## [How to complete this task]
Report every line of the records that includes the word "east".
● ● ● ● ● ● ●
//! The options of `render` (shared by `watch`) and of the small commands, and their checks.

use super::aids::AidArgs;
use super::values::{
    parse_finite, parse_latlon, parse_non_negative, parse_pair, parse_size, parse_tiles,
};
use super::view::ViewArgs;
use clap::{Args, ValueEnum};
use std::path::PathBuf;

#[derive(Debug, Args)]
pub struct CheckArgs {
    /// The scene file (RON), a model (Wavefront .obj), or - for a RON scene on standard input.
    pub scene: PathBuf,

    #[command(flatten)]
    pub model: ModelArgs,
}

#[derive(Debug, Args)]
pub struct NewArgs {
    /// Where to write it; an existing file is never replaced.
    #[arg(default_value = "scene.ron")]
    pub file: PathBuf,
}

#[derive(Debug, Args)]
pub struct RenderArgs {
    /// The scene file (RON), or a model (Wavefront .obj, placed at the origin; give a
    /// standpoint with --at), or - for a RON scene on standard input.
    pub scene: PathBuf,

    /// Output file: .png, .svg or .pdf (or give --format), or - for standard output
    /// [default: renders/SCENE-STANDPOINT.png].
    #[arg(short, long, value_name = "FILE")]
    pub output: Option<PathBuf>,

    /// Output format, instead of the output file's extension.
    #[arg(long, value_enum, value_name = "FORMAT")]
    pub format: Option<FormatArg>,

    /// Lay the panorama out on paper: a4, a3, b5, letter, tabloid, asme-c ... or a size
    /// such as 420x297mm or 11x17in. Without it the image is the panorama alone (--size).
    #[arg(long, value_name = "PAPER")]
    pub page: Option<String>,

    /// Turn the paper upright (the default is landscape).
    #[arg(long)]
    pub portrait: bool,

    /// Margin round the sheet, millimetres.
    #[arg(long, value_name = "MM", default_value_t = 10.0, value_parser = parse_non_negative)]
    pub margin: f64,

    /// Resolution: pixels per inch of a page, and the size of a pixel in SVG and PDF.
    #[arg(long, value_name = "DPI", default_value_t = 300.0, value_parser = parse_finite)]
    pub dpi: f64,

    /// Only these elevations, LOW,HIGH degrees, so the page is filled where the poles are
    /// not needed (with --page).
    #[arg(long, value_name = "LOW,HIGH", value_parser = parse_pair, allow_hyphen_values = true)]
    pub band: Option<(f64, f64)>,

    /// Leave out the title block (scene, standpoint, heading, eye height, scale, date).
    #[arg(long)]
    pub no_title: bool,

    /// Split the page over COLUMNSxROWS sheets of the paper, to print large and assemble.
    #[arg(long, value_name = "CxR", value_parser = parse_tiles)]
    pub tiles: Option<(u32, u32)>,

    /// Overlap between neighbouring sheets, millimetres.
    #[arg(long, value_name = "MM", default_value_t = 10.0, value_parser = parse_non_negative)]
    pub overlap: f64,

    /// Write colour (RGBA) PNG instead of grey.
    #[arg(long)]
    pub colour: bool,

    /// How labels' words are written in SVG: our single-stroke letters, or SVG text
    /// elements a vector editor can edit (in its sans-serif font).
    #[arg(long, value_enum, value_name = "HOW", default_value = "strokes")]
    pub lettering: LetteringArg,

    /// Weigh lines by distance: edges nearer than 8 m heavier, beyond 30 m lighter.
    #[arg(long)]
    pub weigh_by_distance: bool,

    /// A style file: how layers look, by name, over the scene's own styles (see
    /// docs/scene-format.md, "Styles").
    #[arg(long, value_name = "FILE")]
    pub style: Option<PathBuf>,

    #[command(flatten)]
    pub view: ViewArgs,

    /// Image size in pixels, WIDTHxHEIGHT (2:1 for the full sphere).
    #[arg(long, value_name = "WxH", default_value = "4096x2048", value_parser = parse_size)]
    pub size: (u32, u32),

    /// Width of the wireframe's lines, pixels.
    #[arg(long, value_name = "PX", default_value_t = 1.5, value_parser = parse_finite)]
    pub line_weight: f64,

    /// Largest distance between a true curve and its drawn polyline, pixels.
    #[arg(long, value_name = "PX", default_value_t = pansite::plane::DEFAULT_TOLERANCE_PX, value_parser = parse_finite)]
    pub tolerance: f64,

    /// The wireframe alone, full-bleed on white: no grid, no horizon.
    #[arg(long)]
    pub bare: bool,

    /// How edges hidden behind faces are drawn [default: the scene's choice, or faint].
    #[arg(long, value_enum, value_name = "HOW")]
    pub hidden: Option<HiddenArg>,

    #[command(flatten)]
    pub model: ModelArgs,

    /// Print nothing but errors.
    #[arg(short, long)]
    pub quiet: bool,

    /// Print the time each stage took on standard error.
    #[arg(long)]
    pub timings: bool,

    /// Stop a render that would take longer than this many seconds (exit code 2).
    #[arg(long, value_name = "SECONDS", default_value_t = pansite::budget::DEFAULT_TIME_LIMIT.as_secs_f64(), value_parser = parse_time_limit)]
    pub time_limit: f64,

    #[command(flatten)]
    pub aids: AidArgs,

    #[command(flatten)]
    pub sun: super::SunArgs,
}

/// How a Wavefront OBJ model given instead of a scene is read.
#[derive(Debug, Args)]
#[command(next_help_heading = "Models (.obj files)")]
pub struct ModelArgs {
    /// For an .obj model: which of its axes points up.
    #[arg(long, value_enum, default_value = "y")]
    pub up: UpArg,

    /// For an .obj model: the unit of its coordinates.
    #[arg(long, value_enum, default_value = "m")]
    pub unit: UnitArg,

    /// For an .obj model: faces meeting at more than this angle (degrees) show their edge.
    #[arg(long, value_name = "DEG", default_value_t = pansite::scene::DEFAULT_CREASE_DEG, value_parser = parse_crease)]
    pub crease: f64,

    /// For a .geojson, .city.json or .jsonl file: the WGS84 latitude and longitude of the
    /// plan's origin [default: --at-latlon, else the file's first position (GeoJSON) or the
    /// model's middle (CityJSON)].
    #[arg(long, value_name = "LAT,LON", value_parser = parse_latlon, allow_hyphen_values = true)]
    pub origin_latlon: Option<(f64, f64)>,

    /// For a .geojson, .city.json or .jsonl file: the IANA time zone of its local times, as
    /// Europe/Paris [default: universal time]. A scene names its own in its `location`.
    #[arg(long, value_name = "ZONE")]
    pub time_zone: Option<String>,
}

/// How the words of labels are written in an SVG.
#[derive(Clone, Copy, Debug, PartialEq, Eq, ValueEnum)]
pub enum LetteringArg {
    /// Single-stroke letters, the same lines in every format.
    Strokes,
    /// SVG text elements, editable as words (SVG only).
    Text,
}

/// What kind of file to write.
#[derive(Clone, Copy, Debug, PartialEq, Eq, ValueEnum)]
pub enum FormatArg {
    Png,
    Svg,
    Pdf,
}

/// How edges hidden behind faces are drawn.
#[derive(Clone, Copy, Debug, PartialEq, Eq, ValueEnum)]
pub enum HiddenArg {
    /// Like the seen edges (a see-through wireframe).
    Solid,
    /// Faint and dashed.
    Faint,
    /// Left out.
    Off,
}

impl From<HiddenArg> for pansite::scene::HiddenEdges {
    fn from(how: HiddenArg) -> Self {
        match how {
            HiddenArg::Solid => Self::Solid,
            HiddenArg::Faint => Self::Faint,
            HiddenArg::Off => Self::Off,
        }
    }
}

#[derive(Clone, Copy, Debug, PartialEq, Eq, ValueEnum)]
pub enum UpArg {
    /// x east, y up, z south (the usual OBJ habit)
    Y,
    /// x east, y north, z up
    Z,
}

#[derive(Clone, Copy, Debug, PartialEq, Eq, ValueEnum)]
pub enum UnitArg {
    M,
    Cm,
    Mm,
    In,
    Ft,
}

fn parse_crease(text: &str) -> Result<f64, String> {
    let value = parse_finite(text)?;
    if (0.0..=180.0).contains(&value) {
        Ok(value)
    } else {
        Err(format!(
            "expected an angle from 0 to 180 degrees, found {value}"
        ))
    }
}

fn parse_time_limit(text: &str) -> Result<f64, String> {
    let value = parse_finite(text)?;
    // A week is past any render; the bound keeps the duration representable.
    if value > 0.0 && value <= 7.0 * 86400.0 {
        Ok(value)
    } else {
        Err(format!(
            "expected more than 0 and at most 604800 seconds, found {value}"
        ))
    }
}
● ● ● ● ● ● ●
## [Reply]
    /// x east, y up, z south (the usual OBJ habit)
    /// x east, y north, z up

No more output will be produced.